--- RECORDS TO USE Enclosed Below ---

package mip

import (
	"fmt"
	"time"
)

// Status says how a solve ended.
type Status int

const (
	// Optimal: the solution in Result.X is optimal within the requested
	// relative gap Options.GapRel (with the default GapRel it is proven
	// optimal up to round-off). There is no separate "gap limit" status.
	Optimal Status = iota
	// Infeasible: no integer-feasible point exists (proven).
	Infeasible
	// Unbounded: the LP relaxation is unbounded; when an integer
	// solution exists the MIP objective is unbounded too for rational
	// data (Meyer 1974), which is all this engine is meant for.
	Unbounded
	// TimeLimit: Options.TimeLimit ran out; Result holds the best
	// solution found (if any) and the proven bound.
	TimeLimit
	// NodeLimit: Options.NodeLimit nodes were processed.
	NodeLimit
	// Interrupted: the context was cancelled.
	Interrupted
	// WorkLimit: Options.WorkLimit simplex iterations were spent.
	WorkLimit
)

var statusNames = [...]string{"optimal", "infeasible", "unbounded", "time limit", "node limit", "interrupted", "work limit"}

func (s Status) String() string {
	if s >= 0 && int(s) < len(statusNames) {
		return statusNames[s]
	}
	return fmt.Sprintf("Status(%d)", int(s))
}

// Progress is reported through Options.Progress whenever the incumbent
// or the bound improves.
type Progress struct {
	Incumbent, Bound, Gap float64
	Nodes                 int
	Elapsed               time.Duration
}

// Options control Solve.
type Options struct {
	// GapRel stops the search when (incumbent-bound)/max(1,|incumbent|)
	// ≤ GapRel; 0 means 1e-9, that is, proven optimal.
	GapRel float64
	// TimeLimit is the wall-time budget; 0 means none.
	TimeLimit time.Duration
	// NodeLimit bounds the number of branch-and-bound nodes; 0 means none.
	NodeLimit int
	// WorkLimit bounds the work of the search in simplex iterations
	// (every LP of the tree, strong branching and the heuristics' LPs, as
	// counted in Result.LPIterations); 0 means none. It is checked
	// between nodes, so the search stops at the same node on every run
	// whatever the machine's load: unlike TimeLimit, a solve stopped by
	// it gives the same Result (Elapsed aside) every time.
	WorkLimit int
	// Threads: 0 or 1 runs on one goroutine. 2 (or more) adds a second
	// LP solver driven in lockstep with the first: it solves every node
	// LP alongside the first solver and evaluates every other
	// strong-branching candidate on the other core. Results are used in
	// candidate order, so the outcome never depends on timing; it may
	// differ from the one-thread run in node counts, not in the optimal
	// value. It helps where strong branching dominates (larger covering
	// instances) and can cost nodes elsewhere.
	Threads int
	// Progress, when not nil, is called (on the solving goroutine) as the
	// incumbent or the bound improve.
	Progress func(Progress)
	// Start, when not nil, is a solution in the original space (one value
	// per column) to begin from, a "MIP start": it becomes the first
	// incumbent if it meets every row, bound and integrality (integer
	// columns rounded to the nearest integer first); otherwise the repair
	// search starts from it. A start never changes what is optimal, only
	// how soon a good plan is known.
	Start []float64

	// noCuts turns the root cutting planes off (tests).
	noCuts bool

	// subMIP marks the solve of a sub-problem built by a heuristic, which
	// runs no sub-MIP heuristic of its own (rensMaxDepth).
	subDepth int
}

// Result is the outcome of Solve. Obj, Bound and X are in the original
// space of the problem, with ObjOffset included.
type Result struct {
	Status Status
	X      []float64 // best solution found (nil if none)
	// Obj is the objective of X (+Inf when there is none); Bound is the
	// proven lower bound; Gap = (Obj-Bound)/max(1,|Obj|).
	Obj, Bound, Gap     float64
	Nodes, LPIterations int
	// Cuts is the number of cutting planes added to the root LP.
	Cuts int
	// PresolvedRows and PresolvedCols give the size of the problem the
	// search worked on, after presolve.
	PresolvedRows, PresolvedCols int
	// Elapsed is wall time, PresolveTime the part of it spent in
	// presolve; keep both out of outputs that must be deterministic.
	Elapsed, PresolveTime time.Duration
}
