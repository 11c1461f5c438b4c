#!/bin/sh
# Solves every file of ../shared/data/mps-public (netlib LP and MIPLIB 3
# problems with published optima) with rigmix's engine and with CBC
# (single thread, `cbc FILE -threads 1 -solve -quit`) in the same run and
# prints a Markdown table. Needs ../shared/data/mps-public next to the
# repository and cbc on PATH (otherwise only our times are printed).
# Usage: optimizer/mip/bench-mps.sh [-mps.sec 300]   (time limit per file and solver)
set -eu
cd "$(dirname "$0")"
exec go test -run '^TestMPSPublicBenchmark$' -count=1 -timeout 0 . -args -mps.bench "$@"
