package mip

import "github.com/rigmix/rigmix/optimizer/lp"

// Problem is a mixed-integer linear program: the linear program LP with the
// columns marked in Integer restricted to integer values. Names are optional
// (nil or one per column/row) and are used by MPS export and messages.
type Problem struct {
	Name string
	LP   lp.Problem

	Integer   []bool // length LP.NumCols
	ColNames  []string
	RowNames  []string
	ObjOffset float64 // constant added to the objective value
	// Maximize records that the source of the problem maximized (MPS
	// OBJSENSE MAX): LP.Obj and ObjOffset hold the negated objective, so
	// Solve still minimizes, and Sense turns a result's Obj and Bound
	// back into the source's own sense. WriteMPS writes the minimization
	// form (GLPK 5.0 reads no OBJSENSE section).
	Maximize bool
}

// Sense returns v, an objective value or bound of Solve's minimization,
// in the problem's own sense: -v when Maximize is set.
func (p *Problem) Sense(v float64) float64 {
	if p.Maximize {
		return -v
	}
	return v
}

--- End of Enclosed RECORDS TO USE ---

[GOAL OF THE EXERCISE]
Return every line from the one holding "Maximize is set." through the end of the data, exactly as it appears, with both ends kept and nothing else.

[REPLY TO THE EXERCISE]
// in the problem's own sense: -v when Maximize is set.
func (p *Problem) Sense(v float64) float64 {
	if p.Maximize {
		return -v
	}
	return v
}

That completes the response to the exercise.